Hi Conrad,
The array you have is length 1, and the first item is a numpy array (an object) giving you the results you want.

So why do we use the weird dtype='object' thing?

Well, it's because when querying multiple points, each point does not generally have the same number of neighbors within the given radius. This means the results do not in general fit in a standard numpy data array. KDTree in scipy goes the route of returning a very large data array with lots of NaNs. This can cause unnecessary memory issues in some cases. We decided to go the route of returning an array of (different length) arrays: thus the dtype='object'. I agree it's counter-intuitive at first, but I don't see any other good solution.

Perhaps the confusion is that you're querying only one point: in this case the dtype=object is not strictly needed, but changing the behavior for such special cases makes neighbors algorithms more awkward to use within estimators: this is one of my complaints about the scipy KDTree.

Hope that helps,
   Jake

On 11/21/2012 06:32 AM, Conrad Lee wrote:
Note that you could just say that I should stay away from using BallTree and use NearestNeighbor instead. In particular I could use the method NearestNeighbor.radius_neighbors instead of BallTree.query_radius.

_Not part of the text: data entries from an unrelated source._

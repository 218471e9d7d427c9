/**
 * Node-only: a stored series analysed from its source — a video file (decoded by ffmpeg) or frame
 * images in order with a frame rate — into the measurement of its kind. The server runs this in its
 * server's compute pool (lib/compute/node/tasks.ts, kind `reanalyse-series`) before it saves a dynamic
 * measurement.
 */
import { loadOpenCv, type FitMethod } from '../../analysis';
import { decodeImageBytes } from '../../analysis/node/decode';
import { analyseSeries } from '../series';
import { keptFrames, summariseMeasurement } from '../measurement';
import type {
  DynamicKind,
  KeptSeriesFrame,
  MeasurementOptions,
  MeasurementResult,
} from '../measurement';
import { tiltsFromRate } from '../tilt';
import type { SeriesInputFrame } from '../types';
import { decodeVideoFrames, probeVideo } from './ffmpeg';

export type ReanalyseSource =
  | { type: 'video'; path: string; fps?: number }
  | { type: 'frames'; images: Uint8Array[]; fps: number };

export interface ReanalyseRequest {
  source: ReanalyseSource;
  kind: DynamicKind;
  method: FitMethod;
  windows?: MeasurementOptions['windows'];
  tilt?: { rateDegPerSec: number; startDeg?: number } | { tiltsDeg: number[] };
  downhillSide?: MeasurementOptions['downhillSide'];
  overTime?: MeasurementOptions['overTime'];
}

export interface ReanalyseReply {
  fps: number;
  result: MeasurementResult;
  series: KeptSeriesFrame[];
}

export class SeriesSourceError extends Error {
  constructor(
    readonly code: 'no_frames' | 'tilt_mismatch' | 'missing_fps',
    message: string,
  ) {
    super(message);
    this.name = 'SeriesSourceError';
  }
}

async function* imageFrames(images: Uint8Array[], fps: number): AsyncGenerator<SeriesInputFrame> {
  for (let i = 0; i < images.length; i++) {
    yield { image: await decodeImageBytes(images[i]), tSec: i / fps };
  }
}

/** Decodes and analyses the whole series, then summarises it for its kind. */
export async function reanalyseSeries(request: ReanalyseRequest): Promise<ReanalyseReply> {
  const { source } = request;
  let frames: AsyncIterable<SeriesInputFrame>;
  let fps: number;
  if (source.type === 'video') {
    const info = await probeVideo(source.path);
    const rate = source.fps ?? info.fps;
    if (!rate)
      throw new SeriesSourceError(
        'missing_fps',
        'The video does not state its frame rate; give the frame rate and save again.',
      );
    fps = rate;
    frames = decodeVideoFrames(source.path, { fps, info });
  } else {
    fps = source.fps;
    frames = imageFrames(source.images, fps);
  }
  const { cv } = await loadOpenCv();
  const analysed = await analyseSeries(cv, frames, { method: request.method });
  if (!analysed.length) throw new SeriesSourceError('no_frames', 'The source holds no frame.');
  let tiltsDeg: number[] | undefined;
  if (request.tilt) {
    tiltsDeg =
      'tiltsDeg' in request.tilt
        ? request.tilt.tiltsDeg
        : tiltsFromRate(
            analysed.map((f) => f.tSec),
            request.tilt.rateDegPerSec,
            request.tilt.startDeg ?? 0,
          );
    if (tiltsDeg.length !== analysed.length)
      throw new SeriesSourceError(
        'tilt_mismatch',
        `The tilt column has ${tiltsDeg.length} values but the series has ${analysed.length} frames; give one tilt per frame.`,
      );
  }
  const result = summariseMeasurement(analysed, request.kind, {
    ...(request.windows ? { windows: request.windows } : {}),
    ...(tiltsDeg ? { tiltsDeg } : {}),
    ...(request.downhillSide ? { downhillSide: request.downhillSide } : {}),
    ...(request.overTime ? { overTime: request.overTime } : {}),
  });
  return { fps, result, series: keptFrames(analysed, tiltsDeg) };
}
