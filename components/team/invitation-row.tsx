'use client';

import { useActionState } from 'react';
import { revokeInvitationAction } from '@/app/(app)/team/actions';
import { initialFormState } from '@/components/auth/form-state';

type Props = {
  id: string;
  email: string;
  roleName: string;
  invitedBy: string | null;
  expiresOn: string;
  expired: boolean;
};

export function InvitationRow({ id, email, roleName, invitedBy, expiresOn, expired }: Props) {
  const [state, formAction, pending] = useActionState(revokeInvitationAction, initialFormState);
  return (
    <tr className="border-b border-ink-100 last:border-0">
      <td className="py-2 pr-4 text-ink-900">{email}</td>
      <td className="py-2 pr-4">{roleName}</td>
      <td className="py-2 pr-4 text-ink-600">{invitedBy ?? '—'}</td>
      <td className="py-2 pr-4 text-ink-600">
        {expired ? `Expired ${expiresOn}` : `Until ${expiresOn}`}
      </td>
      <td className="py-2 text-right">
        <form action={formAction}>
          <input type="hidden" name="invitationId" value={id} />
          <button
            type="submit"
            className="btn-quiet"
            disabled={pending}
            aria-label={`Revoke the invitation to ${email}`}
          >
            {pending ? 'Revoking…' : expired ? 'Remove' : 'Revoke'}
          </button>
        </form>
        {state.message ? <p className="field-error text-left">{state.message}</p> : null}
      </td>
    </tr>
  );
}
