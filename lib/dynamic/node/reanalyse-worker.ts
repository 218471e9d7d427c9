/**
 * Worker-thread entry (node:worker_threads): one ReanalyseRequest in `workerData`, one message
 * out — `{ ok: true, reply }` or `{ ok: false, error: { name, code, message } }` — then it ends.
 * Started by server/dynamic/analyse-in-worker.ts so a long series never blocks the web server's
 * event loop.
 */
import { parentPort, workerData } from 'node:worker_threads';
import { reanalyseSeries, type ReanalyseRequest } from './reanalyse';

reanalyseSeries(workerData as ReanalyseRequest).then(
  (reply) => parentPort?.postMessage({ ok: true, reply }),
  (error: unknown) => {
    const e = error as { name?: string; code?: unknown; message?: string };
    parentPort?.postMessage({
      ok: false,
      error: {
        name: e?.name ?? 'Error',
        code: typeof e?.code === 'string' ? e.code : null,
        message: e?.message ?? String(error),
      },
    });
  },
);
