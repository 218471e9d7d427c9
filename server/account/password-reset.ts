import 'server-only';
import {
  countTokensSince,
  deleteSessionsOfUser,
  findPasswordResetToken,
  insertPasswordResetToken,
  lockResetToken,
  organizationIdsOfUser,
  useOpenResetTokens,
} from '@/db/queries/account-tokens';
import { recordAudit } from '@/db/queries/audit';
import { newId } from '@/db/queries/ids';
import { inTransaction } from '@/db/queries/transaction';
import { findUserByEmail, updateUser } from '@/db/queries/users';
import { runAfterResponse } from '@/lib/auth/after-response';
import { hashPassword } from '@/lib/auth/password';
import { hashToken, newToken, PASSWORD_RESET_LIFETIME_MS } from '@/lib/auth/tokens';
import { appUrl } from '@/lib/config';
import { passwordResetMail } from '@/lib/email/messages';
import { enqueueMail } from '../mail/queue';
import { resetTokenError, tokenStatus, type TokenStatus } from './token-errors';

/** Reset mails per account in this window, beyond which requests are quietly dropped. */
const RESET_REQUESTS = { windowMs: 15 * 60_000, max: 3 };

/**
 * "Forgot password?": queues a reset mail when `email` has an account, with its token, in one
 * transaction. Says nothing either way, and does the work after the answer is sent, so neither
 * the answer nor its timing can tell whether an address has an account.
 */
export async function requestPasswordReset(email: string): Promise<void> {
  await runAfterResponse('password-reset', () => mailPasswordReset(email));
}

async function mailPasswordReset(email: string): Promise<void> {
  const user = await findUserByEmail(email);
  if (!user) return;
  await inTransaction(async (tx) => {
    const since = new Date(Date.now() - RESET_REQUESTS.windowMs);
    if ((await countTokensSince(tx, 'reset', user.id, since)) >= RESET_REQUESTS.max) return;
    const { token, tokenHash } = newToken();
    await insertPasswordResetToken(tx, {
      id: newId(),
      userId: user.id,
      tokenHash,
      expiresAt: new Date(Date.now() + PASSWORD_RESET_LIFETIME_MS),
    });
    await enqueueMail(tx, {
      kind: 'password-reset',
      ...passwordResetMail({
        to: user.email,
        name: user.name,
        link: `${appUrl()}/reset-password?token=${token}`,
      }),
    });
  });
}

/** Whether a reset link still works (the page shows the form or says why not). */
export async function passwordResetTokenStatus(token: string): Promise<TokenStatus> {
  if (!token) return 'unknown';
  return tokenStatus(await findPasswordResetToken(hashToken(token)));
}

/**
 * Sets the new password, uses up every open reset link of the account and ends all its sessions,
 * with one audit row in each of the user's organizations (so every lab's admins see it), in one
 * transaction.
 */
export async function resetPassword(input: {
  token: string;
  password: string;
}): Promise<{ userId: string }> {
  const passwordHash = await hashPassword(input.password);
  return inTransaction(async (tx) => {
    const row = await lockResetToken(tx, hashToken(input.token));
    const status = tokenStatus(row);
    if (!row || status !== 'valid') throw resetTokenError(status === 'valid' ? 'unknown' : status);
    await updateUser(tx, row.userId, { passwordHash });
    await useOpenResetTokens(tx, row.userId, new Date());
    const sessionsEnded = await deleteSessionsOfUser(tx, row.userId);
    const organizations = await organizationIdsOfUser(tx, row.userId);
    for (const organizationId of organizations.length ? organizations : [null]) {
      await recordAudit(tx, {
        actorUserId: row.userId,
        organizationId,
        action: 'auth.password_reset',
        entityType: 'user',
        entityId: row.userId,
        after: { sessionsEnded },
      });
    }
    return { userId: row.userId };
  });
}

/** What the reset page says when a link does not work; null when it does. */
export async function resetLinkProblem(token: string): Promise<string | null> {
  const status = await passwordResetTokenStatus(token);
  return status === 'valid' ? null : resetTokenError(status).message;
}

However, the output of NearestNeighbor.radius_neighbors is of the same problematic type as BallTree.query_radius


On Wed, Nov 21, 2012 at 1:22 PM, Conrad Lee <[email protected] <mailto:[email protected]>> wrote:

    I'm having a hard time when using BallTree.query_radius.

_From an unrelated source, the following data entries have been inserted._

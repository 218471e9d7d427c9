'use client';

import { useActionState } from 'react';
import { renameOrganization } from '@/app/(app)/actions';

export function RenameOrganizationForm({ currentName }: { currentName: string }) {
  const [state, formAction, pending] = useActionState(renameOrganization, null);
  const error = state && !state.ok ? state.error : null;
  return (
    <form action={formAction} className="flex flex-col gap-3 sm:flex-row sm:items-end">
      <div className="flex-1">
        <label htmlFor="organization-name" className="field-label">
          Name
        </label>
        <input
          id="organization-name"
          name="name"
          defaultValue={currentName}
          className="field-input"
          aria-invalid={error ? true : undefined}
          aria-describedby={error ? 'organization-name-error' : undefined}
        />
      </div>
      <button type="submit" className="btn-primary" disabled={pending}>
        {pending ? 'Saving…' : 'Rename'}
      </button>
      <p aria-live="polite" className="text-sm sm:hidden" />
      {error ? (
        <p id="organization-name-error" className="field-error sm:basis-full">
          {error.fields?.name ?? error.message}
        </p>
      ) : null}
      {state?.ok ? <p className="text-sm text-leaf-700 sm:basis-full">Saved.</p> : null}
    </form>
  );
}
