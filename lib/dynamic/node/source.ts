/**
 * Node-only: the frames of a series from files — one video, or frame images in order with a frame
 * rate. What a file is comes from its first bytes, not its name. Frames are read one at a time
 * while the analysis runs.
 */
import { open } from 'node:fs/promises';
import { decodeImageFile } from '../../analysis/node/decode';
import type { SeriesInputFrame } from '../types';
import { decodeVideoFrames, probeVideo } from './ffmpeg';

export type SeriesInputErrorCode =
  'no-input' | 'missing_fps' | 'bad-fps' | 'mixed-input' | 'unreadable_file';

export class SeriesInputError extends Error {
  constructor(
    readonly code: SeriesInputErrorCode,
    message: string,
  ) {
    super(message);
    this.name = 'SeriesInputError';
  }
}

export interface SeriesSource {
  kind: 'video' | 'images';
  frames: AsyncIterable<SeriesInputFrame>;
  /** Frame count when known before decoding (always for images; from the container for a video). */
  total: number | null;
  fps: number;
}

/** Still-image formats the frame reader takes (lib/analysis/node/decode.ts). */
export async function isStillImage(path: string): Promise<boolean> {
  let head: Buffer;
  try {
    const file = await open(path, 'r');
    try {
      head = Buffer.alloc(16);
      await file.read(head, 0, 16, 0);
    } finally {
      await file.close();
    }
  } catch (error) {
    throw new SeriesInputError(
      'unreadable_file',
      `Cannot read ${path}: ${(error as Error).message}`,
    );
  }
  const starts = (...bytes: number[]) => bytes.every((b, i) => head[i] === b);
  const ascii = (from: number, text: string) =>
    head.toString('latin1', from, from + text.length) === text;
  return (
    starts(0x89, 0x50, 0x4e, 0x47) || // PNG
    starts(0xff, 0xd8, 0xff) || // JPEG
    starts(0x42, 0x4d) || // BMP
    starts(0x49, 0x49, 0x2a, 0x00) || // TIFF, little-endian
    starts(0x4d, 0x4d, 0x00, 0x2a) || // TIFF, big-endian
    ascii(0, 'GIF8') ||
    (ascii(0, 'RIFF') && ascii(8, 'WEBP'))
  );
}

/** Opens one video or an ordered set of frame images (then `fps` is required). */
export async function openSeries(files: readonly string[], fps?: number): Promise<SeriesSource> {
  if (fps !== undefined && !(Number.isFinite(fps) && fps > 0))
    throw new SeriesInputError('bad-fps', '--fps needs a positive number of frames per second.');
  if (!files.length)
    throw new SeriesInputError(
      'no-input',
      'No input given: name one video, or frame images in order with --fps.',
    );
  const stills = await Promise.all(files.map(isStillImage));
  if (stills.every(Boolean)) {
    if (fps === undefined)
      throw new SeriesInputError(
        'missing_fps',
        'Frame images carry no time; give their frame rate with --fps (frames per second).',
      );
    return { kind: 'images', frames: imageFrames(files, fps), total: files.length, fps };
  }
  if (files.length > 1)
    throw new SeriesInputError(
      'mixed-input',
      'Give one video, or several frame images in order; not several videos or a mix.',
    );
  const info = await probeVideo(files[0]);
  const rate = fps ?? info.fps;
  if (!rate)
    throw new SeriesInputError(
      'missing_fps',
      `${files[0]} does not state its frame rate; give it with --fps.`,
    );
  return {
    kind: 'video',
    frames: decodeVideoFrames(files[0], { fps: rate, info }),
    total: info.frameCount,
    fps: rate,
  };
}

async function* imageFrames(
  files: readonly string[],
  fps: number,
): AsyncGenerator<SeriesInputFrame> {
  for (let i = 0; i < files.length; i++) {
    yield { image: await decodeImageFile(files[i]), tSec: i / fps };
  }
}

    Consider the following example:

        points = np.random.random((10,3))
        bt = BallTree(X)
        idxs = bt.query_radius((0.0,0.0,0.0), r=1)

    The strange thing is that idxs is of dtype "object".  I thus can't
    use it in the way I'd normally use it if it were an integer
    array.  I can't do idxs.ravel() to get a flat list of the
    indices.  idxs.shape returns (1,), which is awkward. If I run
    `idxs.astype("u8") I get an error (ValueError: setting an array
    element with a sequence.).

    It's especially awkward because this is all different from the
    index array I get when I run BallTree.query(...).

    Is this behavior intended?  Can it be improved?  How can I convert
    the array of dtype "object" into an integer array?